Abstract
Ventricular septal defect (VSD) is the most common congenital cardiac anomaly in children and the second most common congenital cardiac anomaly in adults. The hemodynamic compromise associated with VSD is due to the shunt formation created by the abnormal communication between the right and left ventricles. While 85%-90% of small VSDs close spontaneously during the first year of life, some do not close spontaneously. If spontaneous closure does not occur during childhood, a VSD may persist into adulthood and may first be recognized after the development of a complication. We present a case of outlet VSD with secondary aortic insufficiency due to the prolapse of the aortic valve leaflet, especially in the right coronary cusp (RCC) sparing the left coronary cusp. RCC prolapse is an important finding in outlet VSD as the prolapse has the potential to cause permanent aortic insufficiency and closure is indicated regardless of the size of VSD.
Keywords: aortic valve insufficiency, congenital heart defects, hemodynamics, ventricular septal defects, adult
Introduction
Ventricular septal defect (VSD) is one of the most common congenital heart defects at birth but accounts for only 10% of congenital heart defects in adults [1,2]. Approximately 85%-90% of small VSDs close spontaneously during the first year of life, except for outlet VSD. It has been documented that the incidence of closure increases with age, from 24% at 18 months to 50% at 48 months, and 75% at 120 months [3]. If spontaneous closure does not occur during childhood, the VSD may persist into adulthood and be recognized after the development of a complication.
VSD is broadly classified into four major group types, namely, muscular or trabecular, inlet or atrioventricular canal, membranous, and infundibular or outlet VSD [4]. Membranous VSD is the most common type accounting for 80% of all defects, followed by muscular VSD accounting for 20% of all defects, and followed by inlet or atrioventricular canal VSD accounting for 8% of all defects [4]. The rarest form of VSD is the outlet VSD that only accounts for 6% of all VSD cases except for in the Asian population where it accounts for approximately 30% [4,5]. The main cause of hemodynamic dysfunction is the abnormal communication between the right and left ventricles leading to a shunt formation.

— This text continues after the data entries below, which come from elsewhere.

//! Sliding time windows and spike counting in them.
//!
//! Convention: a window covers the half-open interval `[start, start + width)` in seconds relative to the trial's
//! alignment event, so a spike exactly on a boundary between two abutting windows is counted once, in the later
//! one. Window `k` starts at `first + k·step`, computed by multiplication rather than by adding `step` repeatedly, so
//! that edges do not drift by accumulated round-off over a long trial. Edges, and spike times after subtracting the
//! alignment time, are rounded to the nearest nanosecond ([`to_ns`]): `0.2 + 0.1` is not `0.3` in binary floating
//! point, and without the rounding a spike written as `0.3` in a file would fall in the window that ends at 0.3.

use super::limits::{check_windows, MAX_SPAN_TIME, MIN_WINDOW};
use crate::error::{Error, Result};
use serde::{Deserialize, Serialize};

/// One analysis window, in seconds relative to alignment.
#[derive(Debug, Clone, Copy, PartialEq, Serialize, Deserialize)]
pub struct Window {
    pub start: f64,
    pub end: f64,
    /// The window's centre: the time a curve is plotted at.
    pub time: f64,
}

/// Round seconds to the nearest nanosecond, far below any recording's clock resolution.
pub fn to_ns(seconds: f64) -> f64 {
    (seconds * 1e9).round() / 1e9
}

/// Windows of `width` stepped by `step` from `start`, as many as fit entirely before `end`. The count is checked
/// against [`super::limits::MAX_WINDOWS`] as a float, before anything is allocated.
pub fn sliding(start: f64, end: f64, width: f64, step: f64) -> Result<Vec<Window>> {
    // Found by a hostile review: a span edge of "nan" was blamed on the width and step.
    if !start.is_finite() || !end.is_finite() {
        return Err(Error::Recipe(format!(
            "the analysis span must run between two numbers of seconds from alignment; got {start} s to {end} s"
        )));
    }
    if !width.is_finite() || !step.is_finite() || width <= 0.0 || step <= 0.0 {
        return Err(Error::Recipe(format!(
            "window width and step must be positive numbers of seconds; got width {width}, step {step}"
        )));
    }
    if width < MIN_WINDOW || step < MIN_WINDOW {
        return Err(Error::Recipe(format!(
            "window width and step must be at least 1e-9 s (window edges are kept to the nanosecond); got width \
             {width}, step {step}"
        )));
    }
    if start.abs() > MAX_SPAN_TIME || end.abs() > MAX_SPAN_TIME {
        return Err(Error::Recipe(format!(
            "the analysis span {start:?} s to {end:?} s reaches beyond ±1e6 s from alignment, where window edges can no \
             longer be kept to the nanosecond"
        )));
    }
    if end - start < width {
        return Err(Error::Recipe(format!(
            "the analysis span {start} s to {end} s is shorter than one window of {width} s; widen the span or \
             narrow the window"
        )));
    }
    // A tolerance of a millionth of a step lets "0 to 1 s in 0.1 s windows" end with the window [0.9, 1.0).
    let slack = 1e-6 * step;
    let count = ((end - start - width + slack) / step).floor() + 1.0;
    check_windows(count, false)?;
    Ok((0..count as usize)
        .map(|k| {
            let s = to_ns(start + k as f64 * step);
            Window {
                start: s,
                end: to_ns(s + width),
                time: to_ns(s + width / 2.0),
            }
        })
        .collect())
}

/// Indices of the windows that contain time `t` (`start <= t < end`), as a range.
///
/// Windows are sorted by start and all have the same width, so both ends of the range are found by bisection.
pub fn containing(windows: &[Window], t: f64) -> std::ops::Range<usize> {
    let first = windows.partition_point(|w| w.end <= t);
    let last = windows.partition_point(|w| w.start <= t);
    first..last.max(first)
}

#[cfg(test)]
mod tests {
    use super::*;

    #[test]
    fn windows_fit_the_span_exactly() {
        let w = sliding(0.0, 1.0, 0.1, 0.1).unwrap();
        assert_eq!(w.len(), 10);
        assert!((w[9].start - 0.9).abs() < 1e-12);
        let w = sliding(-0.5, 1.0, 0.4, 0.2).unwrap();
        // Starts -0.5, -0.3, -0.1, 0.1, 0.3, 0.5 (0.5 + 0.4 = 0.9 <= 1.0); 0.7 + 0.4 > 1.0.
        assert_eq!(w.len(), 6);
        assert_eq!(w[0].time, -0.3);
        assert_eq!(w[5].end, 0.9);
        assert!(sliding(0.0, 0.05, 0.1, 0.05).is_err());
        assert!(sliding(0.0, 1.0, 0.1, 0.0).is_err());
        // A span edge that is not a number is named as such, not blamed on the width and step.
        let e = sliding(f64::NAN, 1.0, 0.1, 0.05).unwrap_err().to_string();
        assert!(
            e.contains("the analysis span must run between two numbers"),
            "{e}"
        );
        let e = sliding(0.0, 1.0, f64::INFINITY, 0.05)
            .unwrap_err()
            .to_string();
        assert!(e.contains("width and step must be positive"), "{e}");
    }

    #[test]
    fn half_open_membership() {
        let w = sliding(0.0, 0.3, 0.1, 0.1).unwrap(); // [0, .1) [.1, .2) [.2, .3)
        assert_eq!(containing(&w, 0.0), 0..1);
        assert_eq!(containing(&w, w[1].start), 1..2); // a boundary belongs to the later window
        assert_eq!(containing(&w, 0.3), 3..3); // the end of the last window is outside
        assert_eq!(containing(&w, 0.2), 2..3); // 0.1 + 0.1 rounds to the same edge as the literal 0.2
        assert_eq!(containing(&w, -0.01), 0..0);
        let overlapping = sliding(0.0, 0.3, 0.2, 0.1).unwrap(); // [0, .2) [.1, .3)
        assert_eq!(containing(&overlapping, 0.15), 0..2);
        assert_eq!(containing(&overlapping, overlapping[1].start), 0..2);
    }
}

We present a case of an outlet VSD in a 61-year-old male with secondary aortic insufficiency due to prolapse of the aortic valve leaflet, especially in the right coronary cusp (RCC). RCC prolapse is an important finding in outlet VSD as the prolapse has the potential to cause permanent aortic insufficiency and closure is indicated regardless of the size of the VSD.
Case presentation
A 61-year-old man from the Midwest United States presented with complaints of shortness of breath on exertion in the clinic. The patient had progressive worsening of shortness of breath for a couple of weeks. At the time of presentation, he felt breathlessness on walking a block distance. He did not complain of fever, chest pain, cough, shortness of breath at rest, or leg edema. He had a past medical history of diabetes mellitus, systemic and pulmonary hypertension, and chronic kidney disease. On examination, his vitals were stable. His cardiovascular examination was remarkable for a loud holosystolic murmur at the left lower sternal border. There were no signs of right- or left-sided heart failure. Other physical examinations findings, including neck, chest, and abdomen, were unremarkable. Blood reports were not significant.
His baseline electrocardiogram and chest X-ray were normal. A transthoracic and transesophageal echocardiogram was performed. The transthoracic echocardiogram showed ventricular septal defect jet identified to be around 4 m/sec (Figure 1), which showed color flow across the interventricular septum in the apical five-chamber view and short-axis view concerning a VSD (Figures 2, 3). His ejection fraction was normal.
Figure 1. Transthoracic echocardiogram: VSD jet was identified to be around 4 m/sec, with the white arrow showing VSD and red arrow indicating velocity.
VSD: ventricular septal defect
Figure 2. Transesophageal echocardiogram with color flow showing the left to right shunt (from the left ventricle to the right ventricle) through the outlet VSD.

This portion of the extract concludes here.